Thin Mints from the Freezer

2.25.2008
I have never really loved February. The month seems to be too much crammed into too little days. However, I have found one redeeming quality and it is described by three words: Girl Scout cookies. There is just something that brings happiness to your day when you bite into your favorite cookie supplied by Girl Scouts of America. Whether it be Samoas, Tag-a-Longs, Trefoils, or Thin Mints, you have a feeling of satisfaction and goodness that you know is being shared by millions of people across the country. And they are only three dollars a box. That is what gives worth to this month. Yum.

1.10.2008

in a state of oblivion

1.10.2008
I just finished reading a novel that was passed onto me. To be completely honest, I hesitated reading this book, for it is classified in a genre to which I am usually very cynical....Christian Fiction.
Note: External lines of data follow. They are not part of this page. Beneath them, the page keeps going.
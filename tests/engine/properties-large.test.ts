/**
 * Properties of linear frame analysis on larger seeded random frames (up to 10 bays × 10 storeys) with every load
 * kind, beams released at one or both ends, truss diagonals, spring supports and settlements (randomRichFrame).
 * Unlike equilibrium of the engine's own load vector, the load resultant here is computed from the model alone,
 * so a load resolved into the wrong components or applied at the wrong place is seen.
 */
import { describe, it, expect } from "vitest";
import fc from "fast-check";
import { nodeDisplacement, nodeReaction, type LoadInput, type ModelInput } from "@/lib/engine";
import { analyzeOrThrow, expectClose, expectNear, runs, seededRandom } from "./helpers";
import { randomRichFrame } from "./random-rich-frames";
import { expectNodeAndMemberEquilibrium, loadResultant } from "./frame-checks";

const LARGE = { maxStoreys: 10, maxBays: 10 };
const RUNS = runs(20);
const seeds = fc.integer({ min: 1, max: 2 ** 31 - 1 });
const COMPONENT = { fx: "ux", fy: "uy", mz: "rz" } as const;
type Direction = keyof typeof COMPONENT;

/** A random node above the base and a direction, for a unit load. */
function pickLoadPoint(model: ModelInput, rand: () => number): { node: string; dir: Direction } {
  const free = model.nodes.filter((n) => !n.support);
  expect(free.length).toBeGreaterThan(0);
  return { node: free[Math.floor(rand() * free.length)].id, dir: (["fx", "fy", "mz"] as const)[Math.floor(rand() * 3)] };
}
const unitLoad = (p: { node: string; dir: Direction }): LoadInput => ({ kind: "nodal", node: p.node, [p.dir]: 1 });

describe("larger random frames: releases at both ends, truss diagonals, springs and settlements", () => {
  it("the reactions balance the applied loads as computed from the model alone (ΣFx, ΣFy, ΣM about the origin)", () => {
    fc.assert(
      fc.property(seeds, (seed) => {
        const model = randomRichFrame(seed, LARGE);
        const r = analyzeOrThrow(model);
        const applied = loadResultant(model, "L");
        let [fx, fy, mz, scaleM] = [0, 0, 0, 0];
        for (const n of model.nodes) {
          const R = nodeReaction(r, n.id, "L");
          fx += R.fx;
          fy += R.fy;
          mz += R.mz + n.x * R.fy - n.y * R.fx;
          scaleM += Math.abs(R.mz) + Math.abs(n.x * R.fy) + Math.abs(n.y * R.fx);
        }
        // Statics (common practice): reactions and applied loads form a system in equilibrium.
        expectNear(fx + applied.fx, 0, 1e-9 * applied.scaleF);
        expectNear(fy + applied.fy, 0, 1e-9 * applied.scaleF);
        expectNear(mz + applied.mz, 0, 1e-9 * (applied.scaleM + scaleM));
      }),
      RUNS,
    );
  });

  it("every node and every member is in equilibrium, with a solver residual near rounding", () => {
    fc.assert(
      fc.property(seeds, (seed) => {
        const model = randomRichFrame(seed, LARGE);
        const r = analyzeOrThrow(model);
        expect(r.loadCases.L.equilibrium.relative).toBeLessThan(1e-10);
        expect(r.loadCases.L.relativeResidual).toBeLessThan(1e-10);
        expectNodeAndMemberEquilibrium(model, r, "L");
      }),
      runs(10),
    );
  });

  it("Maxwell–Betti: the displacement at b from a unit load at a equals that at a from a unit load at b", () => {
    fc.assert(
      fc.property(seeds, (seed) => {
        const rand = seededRandom(seed ^ 0x5bd1e995);
        const base = randomRichFrame(seed, LARGE);
        const [a, b] = [pickLoadPoint(base, rand), pickLoadPoint(base, rand)];
        // Settlements are bound to case "L", which stays (empty); in "a" and "b" those supports act as fixed.
        const r = analyzeOrThrow({
          ...base,
          loadCases: [
            { id: "L", loads: [] },
            { id: "a", loads: [unitLoad(a)] },
            { id: "b", loads: [unitLoad(b)] },
          ],
        });
        const dba = nodeDisplacement(r, b.node, "a")[COMPONENT[b.dir]];
        const dab = nodeDisplacement(r, a.node, "b")[COMPONENT[a.dir]];
        const own =
          Math.abs(nodeDisplacement(r, a.node, "a")[COMPONENT[a.dir]]) +
          Math.abs(nodeDisplacement(r, b.node, "b")[COMPONENT[b.dir]]);
        expect(own).toBeGreaterThan(0);
        expectClose(dba, dab, 1e-8, 1e-6 * own);
      }),
      RUNS,
    );
  });

  it("Betti with a settlement: the displacement at a from a settlement δ of support s is −δ × (reaction at s from a unit load at a)", () => {
    // Betti's reciprocal theorem (common practice): the unit load and the reactions of the loaded case do work on the
    // settlement case's displacements, 1·u_a + R_s·δ; the settlement case has no loads, and its reactions do no work on
    // the loaded case, whose supports do not move (spring work is internal and cancels). So u_a = −δ·R_s.
    fc.assert(
      fc.property(seeds, (seed) => {
        const rand = seededRandom(seed ^ 0x27d4eb2d);
        const base = randomRichFrame(seed, LARGE);
        const bases = base.nodes.filter((n) => n.support && n.id !== "N0_0");
        expect(bases.length).toBeGreaterThan(0);
        const s = bases[Math.floor(rand() * bases.length)];
        const delta = -(0.002 + 0.02 * rand());
        const nodes = base.nodes.map((n) =>
          n === s ? { ...n, support: { ux: "fixed", uy: { kind: "prescribed", value: delta, loadCase: "S" }, rz: "fixed" } } : n,
        ) as ModelInput["nodes"];
        const a = pickLoadPoint(base, rand);
        const r = analyzeOrThrow({
          ...base,
          nodes,
          loadCases: [
            { id: "L", loads: [] },
            { id: "S", loads: [] },
            { id: "a", loads: [unitLoad(a)] },
          ],
        });
        expectClose(nodeDisplacement(r, s.id, "S").uy, delta);
        const uS = nodeDisplacement(r, a.node, "S")[COMPONENT[a.dir]];
        const Rs = nodeReaction(r, s.id, "a").fy;
        const scale = Math.abs(delta) * r.loadCases.a.reactions.reduce((t, v) => t + Math.abs(v), 0);
        expect(scale).toBeGreaterThan(0);
        expectClose(uS, -delta * Rs, 1e-8, 1e-6 * scale);
        expect(r.loadCases.S.equilibrium.relative).toBeLessThan(1e-10);
      }),
      RUNS,
    );
  });
});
However, I pushed my preconceived criticisms aside, and began reading, with little to no expectation of change, fulfillment, or enjoyment.
Although I don't want to say this, the book actually made me think. There were points in which I was overwhelmed by my confusion, my own realization as to how I view God, and how little I know. The book, surprisingly, left me shameful and hopeful at the same time.
It was almost eerie as to how the main character's life, spiritual and emotional, mirrored mine.
It left me with many questions; questions to which I want to gain a greater understanding, not necessarily an answer.
I want to be stripped of the facade that I have been using to define my life. I want to be completely and wholly His. I no longer want to focus on my past, relating and blaming everything in the present for what has previously happened....I want to be able to forgive, truly forgive, from the very essence of my being. I want to stop looking to the future and imagining my life. As the book stated, our imaginative futures rarely ever include God...it kind of pushes Him out of the picture, and shows how we, ourselves, would control our lives if we had the ability. I want to dwell in the present, in the presence of Three in One.
It's always humorous to me how and what God uses to draw you near to Him; I would never have thought that a Christian fiction novel would be able to do that for me.
God is holy and wholly good.
I'm trying desperately to have faith like a child.....It's amazing to me how much I am learning from children, how to love unconditionally and to trust.